The total elasticity of the production factors was estimated at 1.76, and the efficiency to the scale increased in this review. In addition, the physician input had the highest level of marginal production (53.22), and the nurse input had the lowest level of marginal production (32.56). The maximum and minimum levels of average production were 219.636 and 37.76 in physicians and other staff, respectively.
5. Discussion
Extensive research has been focused on the output of hospitals by means of production function. The data in this regard have been estimated for 193 English maternity hospitals. Among various inputs, the number of active beds and nurses seem to be the significant factors, while returns to the scale in maternity services may be constant at best (14).
In the acute care hospitals covered by Taiwan national health insurance system, a correlation has been reported between nurse staffing and patient mortality. Furthermore, the findings in this regard indicated that the mortality rate of patients depends on the proportion of nurses to patients as the higher ratio lowers the mortality rate. Therefore, it could be stated that lower nurse staffing than the standard level in intensive care hospitals is associated with increased mortality, and policymakers should consider healthcare policies that matches staffing with the needs of patients for nursing care through setting a shift-based, minimum patient-to-nurse ratio from the perspective of maintaining the quality of patient care (15).

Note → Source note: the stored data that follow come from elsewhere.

"""Which peaks do data demand, where and how high, without database or broker."""

from typing import Any

import numpy as np
from django.core.management.base import CommandParser
from threadpoolctl import threadpool_limits

from core.user_error import UserError
from fits.assessments.features_document import features_document
from fits.engine.assess import assess
from fits.engine.features.find import count_peaks, feature_case, find_peak, find_spacing, windows_of
from fits.management.base import FileCommand
from fits.management.options import add_options, read_inputs
from fits.reports import numbers


class Command(FileCommand):
    """`manage.py features DATA [--windows a:b,c:d]`"""

    help = "Find what every curve in the confidence ball must have: peaks, their places and heights, their spacing."

    def add_arguments(self, parser: CommandParser) -> None:
        add_options(parser, matrix_option="--window-matrix")
        parser.add_argument(
            "--windows",
            default="",
            metavar="A:B,C:D",
            help="where to seek one peak each; default: between the dips",
        )

    def compute(self, options: dict[str, Any]) -> None:
        given = windows_in(options["windows"])
        inputs = read_inputs(options, [], command="features")
        with threadpool_limits(limits=1):
            found = assess(inputs.data, [], inputs.settings, rng=np.random.default_rng(inputs.seed))
            case = feature_case(found)
            peaks = [find_peak(case, window, with_map=False) for window in windows_of(case, given)]
            document = features_document(case, peaks, count_peaks(case), find_spacing(case))
        if options["json"]:
            self.write_json(options["json"], document)
        if options["json"] != "-":
            self.stdout.write(features_in_words(document, draws=inputs.settings.draws))


def windows_in(text: str) -> tuple[tuple[float, float], ...]:
    """ "a:b,c:d" as pairs of numbers."""
    windows = []
    for part in filter(None, text.split(",")):
        ends = part.split(":")
        try:
            low, high = (float(end) for end in ends)
        except ValueError:
            reason = f"window “{part[:40]}” is not two numbers with a colon between them"
            raise UserError("window", reason, "Give windows as 40:100,150:210") from None
        windows.append((low, high))
    return tuple(windows)


def features_in_words(document: dict[str, Any], *, draws: int) -> str:
    """The result for people at a terminal."""
    lines = []
    for entry in document["count"]:
        if entry["price_lower"] > 0.0:
            level = numbers.entry_level(entry["demanded_level"], draws=draws)
            upper = "?" if entry["price_upper"] is None else f"{entry['price_upper']:.4f}"
            lines.append(
                f"more than {entry['at_most']} peaks: demanded up to {level} "
                f"(price of at most {entry['at_most']}: {entry['price_lower']:.4f} to {upper})"
            )
    if not lines:
        lines.append("no peak is demanded")
    for peak in document["peaks"]:
        low, high = peak["window"]
        lines.append(f"\npeak between {low:.6g} and {high:.6g}")
        absent = peak["no_peak"]["entry_level"]
        level = "an unknown level" if absent is None else numbers.entry_level(absent, draws=draws)
        lines.append(f"  demanded up to {level}")
        for key, stretches in peak["location"].items():
            places = " and ".join(f"{start:.6g} to {end:.6g}" for start, end in stretches) or "nowhere"
            bottom, top = peak["height"][key]
            height = "unknown" if bottom is None or top is None else f"{bottom:.6g} to {top:.6g}"
            lines.append(f"  {100 * float(key):g} %: at {places}; height {height}")
    if document["spacing"] is not None:
        lines.append("\neven spacing of the peaks")
        for level, intervals in document["spacing"]["interval"].items():
            places = " and ".join(f"{start:.6g} to {end:.6g}" for start, end in intervals) or "rejected"
            lines.append(f"  {100 * float(level):g} %: {places}")
    return "\n".join(lines)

The impact of health information technology on hospital productivity has also been investigated as in whether IT health information could be a tool used to change the delivery of health care. Unlike end products, the overall benefits of expanding the use of IT are moderate, and the doubling of the IT capital could increase the total added value by less than 1% (16).
In Shenzhen city (China), a research was performed during 2006 - 2010 to survey the trends of the efficiency and quality of hospitals and determine whether there is a trade-off between efficiency and quality in hospital production (17). In the mentioned study, the estimates of the returns to medical care in addition to more intensive care depended on factors such as the unmeasured differences in patient intensity and productivity of healthcare providers (18).
5.1. Limitations of the Study
One of the limitations of this review was the inability to access the financial data and cost-income of the hospitals, which could be an important input to the production function of every hospital. Moreover, data on the number of patients in hospitals, hospital beds, nurses, and physicians could not be easily accessed as they were mostly confidential and could not be estimated.
6. Conclusion
The recommendations of this review have been classified into two categories of executive suggestions and research suggestions, as follows:
• Executive Suggestions
Considering the positive marginal production of all the inputs, it is suggested that the utilization of all inputs increase owing to their elasticity in order to improve the efficiency of the inputs, which is a priority for the use of active inputs.
• Research Suggestions
Instead of hospital-level studies, the sections of each hospital should be surveyed, along with the evaluation of the production functions, productivity, and efficiency of hospitals.